An internal function called by the tmle function to obtain an initial estimate of the Q portion of the likelihood based on user-supplied matrix values for predicted values of (counterfactual outcomes) Q(0,W),Q(1,W), or a user-supplied regression formula, or based on a data-adaptively selected SuperLearner fit. In the absence of user-supplied values, a user-supplied regression formula takes precedence over data-adaptive super-learning. The default is to return cross-validated predictions.
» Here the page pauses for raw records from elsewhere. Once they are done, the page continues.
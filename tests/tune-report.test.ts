import { describe, expect, it } from "vitest";
import { escapeHtml, renderReport } from "../src/tune/report-html.js";
import { THRESHOLD_GRID } from "../src/tune/sweep.js";
import { tune } from "../src/tune/tune.js";
import { syntheticSet } from "./tune-fixtures.js";

const data = syntheticSet(90, { seed: 4, noise: 0.3, missShare: 0.1 });
// A hostile mention text must come out escaped.
data[0]!.mention.text = `<script>alert("x")</script> & Sons`;
data[0]!.mention.gold = "no-such-entity"; // guaranteed error, so the text is listed
const result = tune(data, { folds: 3 });
const html = renderReport({
  tune: result,
  kb: { fingerprint: "sha256:abc<>", entities: 40 },
  created: "1912-01-01",
});

function count(re: RegExp, s: string): number {
  return (s.match(re) ?? []).length;
}

describe("renderReport", () => {
  it("is one self-contained page", () => {
    expect(html.startsWith("<!DOCTYPE html>")).toBe(true);
    expect(html).not.toMatch(/<script|<link|@import|https?:\/\/(?!www\.w3\.org\/2000\/svg)/);
    expect(count(/<svg\b/g, html)).toBe(2);
    expect(count(/<\/svg>/g, html)).toBe(2);
  });

  it("escapes user text", () => {
    expect(escapeHtml(`<a href="x">'&'</a>`)).toBe("&lt;a href=&quot;x&quot;&gt;&#39;&amp;&#39;&lt;/a&gt;");
    expect(html).toContain("&lt;script&gt;alert(&quot;x&quot;)&lt;/script&gt; &amp; Sons");
    expect(html).toContain("sha256:abc&lt;&gt;");
  });

  it("has well-formed SVG elements: every circle, line and polyline closed, tags balanced", () => {
    for (const svg of html.match(/<svg\b[\s\S]*?<\/svg>/g)!) {
      // every <circle> either self-closes or is closed by </circle>
      expect(count(/<circle\b[^>]*[^/]>/g, svg)).toBe(count(/<\/circle>/g, svg));
      expect(count(/<polyline\b[^>]*\/>/g, svg)).toBe(count(/<polyline\b/g, svg));
      expect(count(/<line\b[^>]*\/>/g, svg)).toBe(count(/<line\b/g, svg));
      expect(count(/<text\b/g, svg)).toBe(count(/<\/text>/g, svg));
      // no NaN or Infinity reaches the coordinates
      expect(svg).not.toMatch(/NaN|Infinity/);
    }
  });

  it("draws one point per threshold swept on each curve, and marks the chosen point", () => {
    for (const id of ["pr-curve", "f1-curve"]) {
      const svg = html.match(new RegExp(`<svg id="${id}"[\\s\\S]*?</svg>`))![0];
      expect(count(/<circle class="point[ "]/g, svg)).toBe(THRESHOLD_GRID.length);
      const poly = svg.match(/<polyline class="curve"[^>]*points="([^"]*)"/)!;
      expect(poly[1]!.trim().split(/\s+/)).toHaveLength(THRESHOLD_GRID.length);
      expect(count(/<circle class="chosen"/g, svg)).toBe(1);
      expect(svg).toContain(`data-threshold="${result.config.threshold.toFixed(2)}"`);
      // axes with ticks and labels
      expect(count(/class="tick-label"/g, svg)).toBe(12);
      expect(count(/class="axis-label"/g, svg)).toBe(2);
    }
  });

  it("shows the figure tables and the worst errors", () => {
    expect(html).toContain("held-out (cross-validated)");
    expect(html).toContain("in-sample (final config)");
    expect(html).toContain("defaults");
    for (const type of ["PER", "ORG", "LOC"]) expect(html).toContain(`<td>${type}</td>`);
    expect(html).toContain(`at ${result.reports.heldOut.candidateRecall.k}`);
    expect(html).toContain("Highest-scoring wrong links");
    expect(html).toContain("Lowest-scoring missed links");
    expect(html).toMatch(/<code>below-threshold<\/code>|<code>ambiguous<\/code>|<code>no-candidates<\/code>/);
  });
});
estimateQ(Y, Z, A, W, Delta, Q, Qbounds, Qform, maptoYstar, SL.library, cvQinit, family, id, V, verbose, discreteSL, obsWeights)
Arguments
Y: continuous or binary outcome variable
Z: optional binary indicator for intermediate covariate for conrolled direct effect estimation
A: binary treatment indicator, 1 - treatment, 0 - control
W: vector, matrix, or dataframe containing baseline covariates
Qbounds: Bounds on predicted values for Q, set to alpha for logistic fluctuation, or range(Y) if not user-supplied
Qform: regression formula of the form Y~A+W
maptoYstar: if TRUE indicates continuous Y values should be shifted and scaled to fall between (0,1)
SL.library: specification of prediction algorithms, default is (SL.glm , SL.glmnet , tmle.SL.dbarts2 ). In practice, including more prediction algorithms in the library improves results.
cvQinit: logical, whether or not to estimate cross-validated values for initial Q, default=TRUE
family: family specification for regressions, generally gaussian for continuous oucomes, binomial for binary outcomes
id: subject identifier
V: Number of cross-validation folds for Super Learning
verbose: status message printed if set to TRUE
discreteSL: If true, returns discrete SL estimates, otherwise ensemble estimates. Ignored when SL is not used.
obsWeights: sampling weights
Returns
Q: nx3 matrix, columns contain the initial estimate of [Q(A,W)=E(Y∣A=a,W),Q(0,W)=E(Y∣A=0,W),Q(1,W)=E(Y∣A=1,W)]. For controlled direct estimation, nx5 matrix, E(Y∣Z,A,W), evaluated at (z,a),(0,0),(0,1),(1,0),(1,1) on scale of linear predictors
Qfamily: binomial for targeting with logistic fluctuation, gaussian for linear fluctuation
coef: coefficients for each term in working model used for initial estimation of Q if glm used.